Bivalirudin Compares Favorably To Unfractionated Heparin During Carotid Artery Stenting

April 26, 2013—Findings from a study of hemorrhagic and ischemic outcomes after use of bivalirudin versus unfractionated heparin (UFH) during carotid artery stenting (CAS) were published by Siddharth A. Wayangankar, MD, et al in Circulation: Cardiovascular Interventions (2013;6:131–138). The study was a propensity-score analysis from the National Cardiovascular Data Registry (NCDR).

According to the investigators' conclusion in Circulation: Cardiovascular Interventions, bivalirudin was associated with lower rates of hemorrhagic outcomes compared to UFH during the index hospitalization for CAS, and in-hospital and 30-day ischemic events were similar between the two groups.

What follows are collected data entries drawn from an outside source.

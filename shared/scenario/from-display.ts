import { DIMENSION_INFO, type Dimension } from './dimension';
import { parseQuantity } from './parse-quantity';

/** Thrown when a displayed value's unit does not fit its dimension; `code` is stable. */
export class DisplayUnitError extends Error {
  readonly code = 'display-unit-mismatch';
}

/**
 * Converts a value typed in a display unit (any mathjs unit, e.g. "mm", "gal/min", "degF") to SI
 * (degrees Celsius for temperature). Throws DisplayUnitError if the unit has another dimension.
 */
export function fromDisplay(value: number, unit: string, dimension: Dimension): number {
  if (unit.trim() === '') return value;
  const result = parseQuantity(`${value} ${unit}`, dimension, '');
  if (!result.success) {
    throw new DisplayUnitError(
      `"${unit}" is not a unit of ${DIMENSION_INFO[dimension].noun}; ${result.issue.message}`,
    );
  }
  return result.value;
}
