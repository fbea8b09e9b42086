/**
 * The systems-table figures of a stored scenario document: beds, pumps and the pumps' largest
 * free flow. Reads the raw document (cheap; no full parse per row) and tolerates odd shapes.
 */
import { parseQuantity } from '../../shared/scenario/index';

/** The figures one systems-table row shows. */
export interface SystemFigures {
  bedsCount: number;
  pumpsCount: number;
  /** e.g. "1 pump, up to 2000 L/h" or "No pump". */
  pumpSummary: string;
  /** Sum of each pump's largest datasheet flow, m³/s; null without pumps or readable flows. */
  pumpsMaxFlowM3PerS: number | null;
}

const asArray = (value: unknown): unknown[] => (Array.isArray(value) ? value : []);
const field = (value: unknown, key: string): unknown =>
  typeof value === 'object' && value !== null ? (value as Record<string, unknown>)[key] : undefined;

/** A pump's largest flow, m³/s: `maxFlow`, else the largest curve point's flow. */
function pumpMaxFlowM3PerS(pump: unknown): number | null {
  const candidates = [
    field(pump, 'maxFlow'),
    ...asArray(field(pump, 'curve')).map((p) => field(p, 'flow')),
  ];
  let best: number | null = null;
  for (const value of candidates) {
    if (value === undefined) continue;
    const parsed = parseQuantity(value, 'flow', '');
    if (parsed.success && (best === null || parsed.value > best)) best = parsed.value;
  }
  return best;
}

/** Counts beds and pumps and sums the pumps' maximum flows. */
export function describeSystem(scenario: unknown): SystemFigures {
  const bedsCount = asArray(field(scenario, 'vessels')).filter(
    (v) => field(v, 'kind') === 'bed',
  ).length;
  const pumps = asArray(field(scenario, 'pumps'));
  const flows = pumps.map(pumpMaxFlowM3PerS).filter((q): q is number => q !== null);
  const total = flows.length > 0 ? flows.reduce((a, b) => a + b, 0) : null;
  const litresPerHour = total === null ? null : Math.round(total * 3.6e6);
  const count = pumps.length === 1 ? '1 pump' : `${pumps.length} pumps`;
  const pumpSummary =
    pumps.length === 0
      ? 'No pump'
      : litresPerHour === null
        ? count
        : `${count}, up to ${litresPerHour} L/h${pumps.length > 1 ? ' in all' : ''}`;
  return { bedsCount, pumpsCount: pumps.length, pumpSummary, pumpsMaxFlowM3PerS: total };
}
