import type { RuleIssue } from './rule-issue';
import type { ScenarioFields } from './scenario-input-schema';

type PumpFields = ScenarioFields['pumps'][number];

/**
 * A pump has a curve (points, or max head and flow), its points start at zero flow with flows
 * rising and heads falling, and its intake sits below the rim of its source vessel.
 */
export function checkPumpRules(fields: ScenarioFields): RuleIssue[] {
  const issues: RuleIssue[] = [];
  fields.pumps.forEach((pump, index) => {
    issues.push(...checkCurveRules(pump, index));
    const source = fields.vessels.find((vessel) => vessel.id === pump.in);
    if (source !== undefined && pump.intakeHeight >= source.height) {
      issues.push({
        path: ['pumps', index, 'intakeHeight'],
        message: `The pump intake must be below the height of "${source.id}" (${source.height} m).`,
      });
    }
  });
  return issues;
}

function checkCurveRules(pump: PumpFields, index: number): RuleIssue[] {
  const at = (...path: (string | number)[]) => ['pumps', index, ...path];
  const parabola =
    pump.curveKind === 'parabola' || (pump.curve === undefined && pump.curveKind === undefined);
  if (parabola) {
    const issues: RuleIssue[] = [];
    if (pump.maxHead === undefined)
      issues.push({
        path: at('maxHead'),
        message: 'Give the pump curve as points, or give both maxHead and maxFlow.',
      });
    if (pump.maxFlow === undefined)
      issues.push({
        path: at('maxFlow'),
        message: 'Give the pump curve as points, or give both maxHead and maxFlow.',
      });
    return issues;
  }
  const curve = pump.curve ?? [];
  if (curve.length < 2)
    return [{ path: at('curve'), message: 'A pump curve needs at least two points.' }];
  const issues: RuleIssue[] = [];
  if (curve[0]?.flow !== 0) {
    issues.push({
      path: at('curve', 0, 'flow'),
      message: 'The first curve point is the shut-off head, at zero flow.',
    });
  }
  curve.forEach((point, pointIndex) => {
    const previous = curve[pointIndex - 1];
    if (previous === undefined) return;
    if (point.flow <= previous.flow) {
      issues.push({
        path: at('curve', pointIndex, 'flow'),
        message: 'Curve flows must increase from one point to the next.',
      });
    }
    if (point.head >= previous.head) {
      issues.push({
        path: at('curve', pointIndex, 'head'),
        message: 'Curve heads must fall as the flow rises.',
      });
    }
  });
  return issues;
}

The background of the study noted that the direct thrombin inhibitor, bivalirudin, is associated with similar efficacy and superior safety in patients undergoing percutaneous coronary intervention; however, the role of direct thrombin inhibitors in CAS is not well defined. The objective of this study was to compare the safety and effectiveness of bivalirudin and UFH for CAS. The investigators hypothesized that bivalirudin would be associated with less in-hospital postprocedure bleeding than UFH but similar rates of in-hospital and 30-day ischemic outcomes.

The investigators compared the incidence of in-hospital hemorrhagic and in-hospital/30-day ischemic outcomes among patients in the NCDR's CARE registry who underwent CAS between May 2005 and March 2012 using bivalirudin or UFH. Propensity score matching was used to obtain a balanced cohort of 3,555 patients in each treatment group.

The investigators found that patients treated with bivalirudin had a significantly lower incidence of bleeding or hematoma requiring red blood cell transfusions (0.9% vs 1.5%; odds ratio, 0.57 [0.36–0.89]; P = .01) when compared with UFH-treated patients. The incidence of in-hospital and 30-day ischemic outcomes, including death, myocardial infarction, stroke, transient ischemic attack, and the composite outcome of death/myocardial infarction/stroke did not differ significantly between groups.

The investigators advised that randomized comparisons of these agents are needed to confirm these findings.